I had a SIEG Homier years ago, since sold; it worked fine, unfinished metal was very bright compared to the Grizzly to be mentioned next.   I made many things culminating with a Sparey 5cc engine.   I recently endeavored to purchased a Grizzly 7x14 (with the upgraded tailstock); I sent two back for very serious issues in the headstock, electronics, and of course they had the usual minor problems, before getting a full refund.   So, no need to recommend that model.

The 9x20 lathe is compelling but it's known shortcomings are troubling; mostly the spindly belt drive and as delivered minimal speed limitations.   I did discover there is a variable speed version of this lathe in China, but no US vendor has decided to import it.   It seems this would be a great hobby lathe.

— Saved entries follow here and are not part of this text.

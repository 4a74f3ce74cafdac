/**
 * The duty and wear phases of the nightly run: trips → duty records (batched, one transaction
 * per batch with the trips' processed mark), then each touched damper's daily history and
 * totals (recomputed from its duty records, so the result does not depend on how the work was
 * split or interrupted), then every fitted damper's prediction as of the run's day.
 */
import type { Sequelize } from 'sequelize';
import type { AxleInput, RouteInput, VehicleWork } from './duty';
import { attachProfiles } from './roughness-as-of';
import { dutyRunnerFor } from './duty-queue';
import { estimateOpening, levelsOf, predictionWindow, type LifeBasis, type LifeResolver, type PredictOptions } from './wear';
import { createPredictionRunner, predictionThreads } from './prediction-pool';
import { priorLifeResolver } from '../workshop/life';
import { wearRepository, type WearStart } from './repository';
import { dutySummaryRepository, retentionStart } from './duty-summary';

export interface ItemError {
  item: string;
  message: string;
}

export interface PhaseContext {
  sequelize: Sequelize;
  /** Logical time of the run (stamps written rows). */
  now: Date;
  /** The run's day (YYYY-MM-DD); trips that started before the end of it are processed. */
  asOf: string;
  /** Instant the day after `asOf` starts in the app's time zone. */
  before: Date;
  timeZone: string;
  dataDir: string;
  batchTrips: number;
  /** Worker threads for the duty computation (0 or absent = this thread). */
  dutyWorkers?: number;
  /** Redis of the duty queue: when set and workers listen, `npm run worker` processes compute the duty. */
  queueUrl?: string;
  /** Where a fallback (e.g. worker threads not available) is reported. */
  warn?: (message: string) => void;
  thresholdFraction: number;
  /** Calendar life [years] and the life quantile inspections are scheduled on. */
  calendarYears?: number;
  scheduleQuantile?: number;
  signal?: AbortSignal;
  /** The life each damper is measured against (default: the prior of every spec). */
  lifeResolver?: LifeResolver;
  /** Only these vehicles' dampers in the prediction phase (a vehicle re-predicted at once). */
  vehicleIds?: number[];
  /** Test hook: throw after this many committed batches (a crash in the middle of the run). */
  failAfterBatches?: number;
  /** Dampers per chunk of the wear and prediction phases (default {@link WEAR_CHUNK}). */
  damperChunk?: number;
  /** Days of per-trip duty kept (older days are folded into the daily summary); absent = all. */
  tripDutyRetentionDays?: number;
  /** Test hook: throw after folding this many days (a crash in the middle of the fold). */
  failAfterFoldDays?: number;
  /** Loads a measured profile (server/roads/profile-store.ts `loadSurveyProfile`). */
  loadProfile: (dataDir: string, surveyId: number) => Promise<{ dxM: number; startM: number; elevationsM: Float64Array }>;
  progress: (phase: string, done: number, total: number) => Promise<void> | void;
  errors: ItemError[];
  counts: Record<string, number>;
}

export class RunAborted extends Error {
  constructor() {
    super('The run was cancelled.');
    this.name = 'RunAborted';
  }
}

const checkAbort = (signal?: AbortSignal) => {
  if (signal?.aborted) throw new RunAborted();
};

const add = (counts: Record<string, number>, key: string, n: number) => {
  counts[key] = (counts[key] ?? 0) + n;
};

/**
 * Phase 1: every unprocessed trip → duty records, in batches of whole vehicles. Pipelined: while
 * one batch is being written, the next two are read and computed (on worker threads when
 * `ctx.dutyWorkers` > 0). Batches commit one at a time, in order.
 */
export async function processTrips(ctx: PhaseContext) {
  const repo = wearRepository(ctx.sequelize);
  const plan = await repo.planUnprocessed(ctx.before);
  const totalTrips = plan.reduce((s, p) => s + p.trips, 0);
  await ctx.progress('duty', 0, totalTrips);
  if (!plan.length) return;
  const specs = await repo.specAxles();
  const { routes, surveyIds } = await repo.routesForUnprocessed(ctx.before);
  // measured profiles behind the segments' roughness on the trips' days
  const profiles = new Map<number, { dxM: number; startM: number; elevationsM: Float64Array }>();
  for (const id of surveyIds) {
    try {
      profiles.set(id, await ctx.loadProfile(ctx.dataDir, id));
    } catch (err) {
      ctx.errors.push({ item: `survey ${id}`, message: `profile not readable, its segments use the closed form: ${(err as Error).message}` });
    }
  }
  // on every version of each route's segments (the value in force on each trip's day)
  attachProfiles(routes.values(), profiles);
  // batches of whole vehicles, in vehicle order: a rerun after a crash forms the same batches
  const batches: number[][] = [];
  let cur: number[] = [];
  let n = 0;
  for (const p of plan) {
    cur.push(p.vehicleId);
    n += p.trips;
    if (n >= ctx.batchTrips) {
      batches.push(cur);
      cur = [];
      n = 0;
    }
  }
  if (cur.length) batches.push(cur);

  /** Reads one batch's inputs; vehicles whose spec has no axles are reported and left out. */
  const load = async (vehicleIds: number[]) => {
    const [specOf, dampers, trips] = await Promise.all([
      repo.vehicleSpecs(vehicleIds),
      repo.dampersOf(vehicleIds),
      repo.unprocessedTrips(vehicleIds, ctx.before, ctx.timeZone),
    ]);
    const works: VehicleWork[] = [];
    let tripCount = 0;
    for (const vehicleId of vehicleIds) {
      const vTrips = trips.get(vehicleId) ?? [];
      tripCount += vTrips.length;
      const axles: AxleInput[] | undefined = specOf.has(vehicleId) ? specs.get(specOf.get(vehicleId)!) : undefined;
      if (!axles?.length) {
        ctx.errors.push({ item: `vehicle ${vehicleId}`, message: 'its suspension spec has no axles; trips left unprocessed' });
        continue;
      }
      works.push({ vehicleId, axles, dampers: dampers.get(vehicleId) ?? [], trips: vTrips });
    }
    return { works, tripCount };
  };

  const { runner, fallback, queueWorkers } = await dutyRunnerFor(routes as Map<number, RouteInput>, ctx.queueUrl, ctx.dutyWorkers ?? 0);
  if (queueWorkers !== undefined) ctx.counts.queueWorkers = queueWorkers;
  if (fallback) ctx.warn?.(fallback);
  let done = 0;
  let committed = 0;
  // Read and compute batch i. Batch i+1 is read and queued for computing as soon as batch i is
  // taken, so the threads computing do not wait for the database, nor for a slow write.
  const prepared = new Map<number, Promise<{ index: number; works: VehicleWork[]; tripCount: number; results: Awaited<ReturnType<typeof runner.compute>> }>>();
  const prepare = (i: number) => {
    if (i >= batches.length || prepared.has(i)) return;
    const p = load(batches[i]).then(async ({ works, tripCount }) => ({ index: i, works, tripCount, results: await runner.compute(works) }));
    p.catch(() => {}); // awaited in turn; not an unhandled rejection if the run stops first
    prepared.set(i, p);
  };
  const read = async (prev: { index: number } | null) => {
    const index = prev ? prev.index + 1 : 0;
    if (index >= batches.length) return null;
    prepare(index);
    prepare(index + 1);
    const item = await prepared.get(index)!;
    prepared.delete(index);
    return item;
  };
  try {
    await readAheadWriteBehind(ctx.signal, read, async ({ works, tripCount, results }) => {
      const duties = [];
      let dutyRecords = 0;
      const wear = [];
      const processed: number[] = [];
      let segments = 0;
      let tripErrors = 0;
      for (let i = 0; i < works.length; i++) {
        const r = results[i];
        for (const e of r.errors) ctx.errors.push({ item: `trip ${e.tripId}`, message: e.message });
        const failed = new Set(r.errors.map((e) => e.tripId));
        for (const t of works[i].trips) if (!failed.has(t.id)) processed.push(t.id);
        duties.push({ json: r.dutyRows, count: r.dutyCount });
        dutyRecords += r.dutyCount;
        for (const w of r.wear) wear.push(w);
        segments += r.segments;
        tripErrors += r.errors.length;
      }
      add(ctx.counts, 'severityBinsWritten', await repo.storeBatch({ duties, wear, processedTripIds: processed, now: ctx.now, runId: 0 }));
      // counted once committed
      committed++;
      add(ctx.counts, 'batches', 1);
      add(ctx.counts, 'trips', processed.length);
      add(ctx.counts, 'dutyRecords', dutyRecords);
      add(ctx.counts, 'segments', segments);
      add(ctx.counts, 'tripErrors', tripErrors);
      done += tripCount;
      await ctx.progress('duty', done, totalTrips);
      if (ctx.failAfterBatches !== undefined && committed >= ctx.failAfterBatches) {
        throw new Error(`injected failure after ${committed} batch(es)`);
      }
    });
  } finally {
    const st = runner.stats();
    add(ctx.counts, 'closedFormSolves', st.solves);
    add(ctx.counts, 'profileSimulations', st.simulations);
    await runner.close();
  }
}

const WEAR_CHUNK = 2000;

/**
 * Runs chunks in order with one read ahead and one write behind: chunk k+1 is read while chunk k
 * is computed and written. `read` gets the previous chunk (null for the first) and returns null
 * when there are no more. The chunks of a phase touch disjoint dampers, so the overlap changes
 * nothing in the result; a write in flight is always awaited before the phase ends or throws.
 */
async function readAheadWriteBehind<T>(signal: AbortSignal | undefined, read: (prev: T | null) => Promise<T | null>, write: (item: T) => Promise<void>) {
  const ahead = (prev: T | null) => {
    const p = read(prev);
    p.catch(() => {}); // awaited in turn; not an unhandled rejection if the phase stops first
    return p;
  };
  let writing: Promise<void> | null = null;
  const settle = async () => {
    const w = writing;
    writing = null;
    if (w) await w;
  };
  try {
    let next = ahead(null);
    for (;;) {
      checkAbort(signal);
      const item = await next;
      if (item === null) break;
      next = ahead(item);
      await settle();
      checkAbort(signal);
      writing = write(item);
      writing.catch(() => {}); // awaited by the next settle; a failed write is thrown from there
    }
    await settle();
  } finally {
    if (writing) await (writing as Promise<void>).catch(() => {});
  }
}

http://en.realbull-machine.com/products_detail/productId=29.html

There is little information on the 8x16 to be found.

And finally, after several months of looking for the couple of American lathes of the past, I have given up on that path having seen nothing that the price and condition match up.  Worn ways and headstock issues are not worth $1000-$2000.

So, is it the newbie 7x12, the 9x20, or the 8x16?    Or just get the best 20% or 25% discount on the HF 7x12 and add the second half-nut?    Any will do the size work typically undertaken.


----------